Using Unsupervised AI Techniques To Cluster Images

favorite

visibility

December 8, 2020 in Computer Science

This project looks at taking an unsupervised learning approach to identifying different cloud types using the VGG-16 model provided in the Keras library. The data for this project was provided by the NASA GLOBE cloud program. This program is comprised of citizen scientist observers that upload and identify images of clouds they capture photos of.

I was inspired to work with the FIRE Cloud Computing stream on this project due to the importance that clouds have on the overall climate of the planet. With better models that are able to identify what types of clouds are in images taken from the ground, the data would have numerous applications for future weather models.

During this project, our team encountered several challeges that lead to growth in our Python skills and AI technique skills. One of these challenges was implementing a Tensor-Board for the first time. Tensor-Board is a tool that allows for the visualization of the developed model created in this project to be shown in a 3D space. As this was my teams first time making one of these objects, we learned that researching and understanding the API of different libraries is critical to having successful code implementations. I personally learned that it is okay to run into issues as running into challenges in a project often results in a better final product, a more honest product, and a better understanding of the overall project in general.

There were several results for this project. Our team set out to accomplish four objectives when developing the project plan for the semester.

Our first objective was to have a successfully cleaned and scraped data structure which contained all of the links to the images necessary for developing our model. This was accomplished using the pandas library in Python and resulted in a datastructure that contained links to all of the unique types of cloud image links that could be found in the GLOBE dataset. Following this, we were able to develop a function that could read all of these links and download the images from the GLOBE servers and store them in our Google Drive workspace for use in future objectives.

Our second objective was to identify the number of features that we needed to analyze for images. This was done by selecting 100 quality images, 10 for each cloud type, and sending these selected images through the VGG-16 model. From this, we were able to receive a feature vector for each image and reduce the dimensionality of these images using PCA techniques. What resulted from this was a chart (shown in the prezi) that identified the number of dimensions we needed to save for each image in order to have an accurate representation of each image. We found that 7 dimensions was suficient for our data.

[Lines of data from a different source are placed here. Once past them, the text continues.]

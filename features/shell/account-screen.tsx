import { Card } from '@/components/card';
import { Caution } from '@/components/caution';
import { Screen } from '@/components/screen';
import { Text } from '@/components/text';
import { roleLabel, useSession } from '@/features/auth';
import { PhoneStorageCard } from '@/features/device-db/ui';
import { InspectorSignOut, SignOutButton } from '@/features/shell/sign-out-card';

/**
 * The person's own page. It lives in the shell, above the device database and sync, because signing out
 * an inspector has to count and wipe what the phone holds for them.
 */
export function AccountScreen() {
  const session = useSession();
  const user = session.data?.user;
  if (!user) return null;
  return (
    <Screen title="Account">
      <Card>
        <Text variant="heading">{user.name}</Text>
        <Text muted>{user.email}</Text>
        <Text>
          {roleLabel[user.role]}
          {user.companyName ? ` · ${user.companyName}` : ''}
        </Text>
      </Card>
      <PhoneStorageCard />
      {user.role === 'inspector' ? <InspectorSignOut /> : <SignOutButton />}
      <Caution full />
    </Screen>
  );
}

Our third objective was to test how well our reduced dimension images help their characteristics when passed into the model. We did this by creating several functions that could compare the passed in images to other images with similar feature vectors. From this, we concluded that the model was very accurate when returning images that looked similar to the original image passed in.

Our final objective was developing a way to visualize our model. We implemented a Tensor-board in order to accomplish this for the project. From this Tensor-board implementation, we were able to see that our model was able to cluster some cloud types, such as the stratus cloud type, but unable to produce 10 distinct cloud clusters with our current approach.

For the future, I would like to continue developing the current model we have. I plan to implement this model to include more initial testing images instead of the 100 we elected to use for this project. Further, I would like to test out different available models with the larger set of cloud images. My goal from this would be to develop a model that would be accurate enough to identify an image passed in as one of the ten unique cloud types the model was trained to identify.

The FIRE program has helped me develop my career readiness skills in several categories over the past three semesters I have participated in the program. During this semester, I found that this project helped me develop my collaboration skills by working with others to reach a common goal. Without the collaboration skills that were developed this semester, this project would have taken much longer and would not have been as impactful to the future of the FIRE Cloud Computing program as it is in its current state. Through collaboration, our team was able to come together in a new environment to produce a product that improved the skills we had developed earlier in the FIRE program. As a team we were able to present our work at the FIRE Summit and accomplish all of our objectives we set out to achieve for the semester of research. Without the collaboration that myself and my fellow teammates put into this project, the resulting product would not have been the same. I am very proud to be a part of the FIRE program and pleased with the progress that was made to solve the question of whether unsupervised cloud clustering is a viable option for developing a model to identify clouds by type.